Foto: Marcelo Andrade

A
TRIBUNA
: Mais uma vez o Atlético vive a expectativa de ver a Arena da Baixada.
Desde que foi reformado, em 2014, o estádio ainda não recebeu os tão sonhados
40 mil torcedores, o que pode acontecer pela primeira vez nesta quarta-feira,
quando o Furacão recebe o Flamengo, às 21h45, pela quarta rodada do Grupo 4 da
Libertadores.

O
Rubro-Negro divulgou na manhã desta quarta-feira (25) restavam apenas cerca de
1100 ingressos à venda. Do lado flamenguista, os bilhetes já estão esgotados.

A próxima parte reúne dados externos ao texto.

/** Storage of the alarm states that survive a restart (`alarm_states`). */
import { sql } from 'drizzle-orm';
import type { Db } from '../db/database.js';
import { alarmStates } from '../db/schema.js';
import type { AlarmMemory } from './alarm-state.js';

type Writer = Pick<Db, 'insert'>;

/**
 * Writes the states given as they were at `atMs` (one row per alarm, replaced unless the row
 * holds a newer state: a journaled batch written late never undoes a later action); pass a
 * transaction to join a larger write.
 */
export async function upsertAlarmStates(db: Writer, states: ReadonlyMap<string, AlarmMemory>, atMs: number): Promise<void> {
  if (states.size === 0) return;
  await db
    .insert(alarmStates)
    .values([...states].map(([alarmId, memory]) => ({ alarmId, memory, updatedAtMs: atMs })))
    .onConflictDoUpdate({
      target: alarmStates.alarmId,
      set: { memory: sql`excluded.memory`, updatedAtMs: sql`excluded.updated_at_ms` },
      setWhere: sql`${alarmStates.updatedAtMs} <= excluded.updated_at_ms`,
    });
}

/** Every remembered alarm state, by alarm id. */
export async function loadAlarmStates(db: Db): Promise<Map<string, AlarmMemory>> {
  const rows = await db.select().from(alarmStates);
  return new Map(rows.map((r) => [r.alarmId, r.memory]));
}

Assim, a tendência é que a Arena esteja um verdadeiro caldeirão para incentivar
o Atlético para alcançar a vitória e entrar na zona de classificação. Uma
pressão que anima o meia Lucho González.
“Jogar
em casa em uma competição como essa sempre é muito importante, a nossa torcida
sempre nos apoia e tenho certeza que contra o Flamengo mais uma vez será assim,
então temos que contar com esse fator para colocar pressão. Mas somos
conscientes que a situação atual não é fácil para assistir futebol. A gente faz
grandes sacrifícios no dia a dia e esperamos que possamos superar esse recorde,
com a torcida nos apoiando sempre”, disse o argentino, lembrando do lado
financeiro. Os ingressos na Baixada custam R$ 150 a inteira e R$ 75 a meia.
Até
aqui, o Rubro-Negro tem uma média de 13.876 torcedores por partida. O melhor
público do ano até aqui foi no amistoso em 0x0 com o Peñarol, do Uruguai, o
primeiro compromisso do ano, quando 29.367 pessoas foram ao estádio. Em jogos
oficiais, a vitória por 1×0 sobre o Paraná Clube, nas quartas de final do
Campeonato Paranaense, foi a que teve o maior número de torcedores, com 22.893
pagantes
O
técnico Paulo Autuori também espera casa cheia e um clima totalmente favorável
ao Furacão, ao contrário do que se viu em outras partidas, justamente porque o
confronto tem clima de decisão e que motiva os torcedores a comparecerem.
“O
calendário brasileiro tem que permitir jogos dessa natureza para que permitam o
estádio ficar cheio. O torcedor tem que ter avidez de vir ao estádio. A
vulgarização do futebol brasileiro está em função de ter jogos toda hora e que
não valem nada. Ter uma semifinal com sete mil pessoas… e parece que está tudo
bem. O futebol brasileiro está horroroso e isso é uma prova. Amanhã vamos ver
um estádio cheio, com uma atmosfera fundamental”, afirmou o treinador,
aproveitando para mais uma vez reclamar do calendário brasileiro.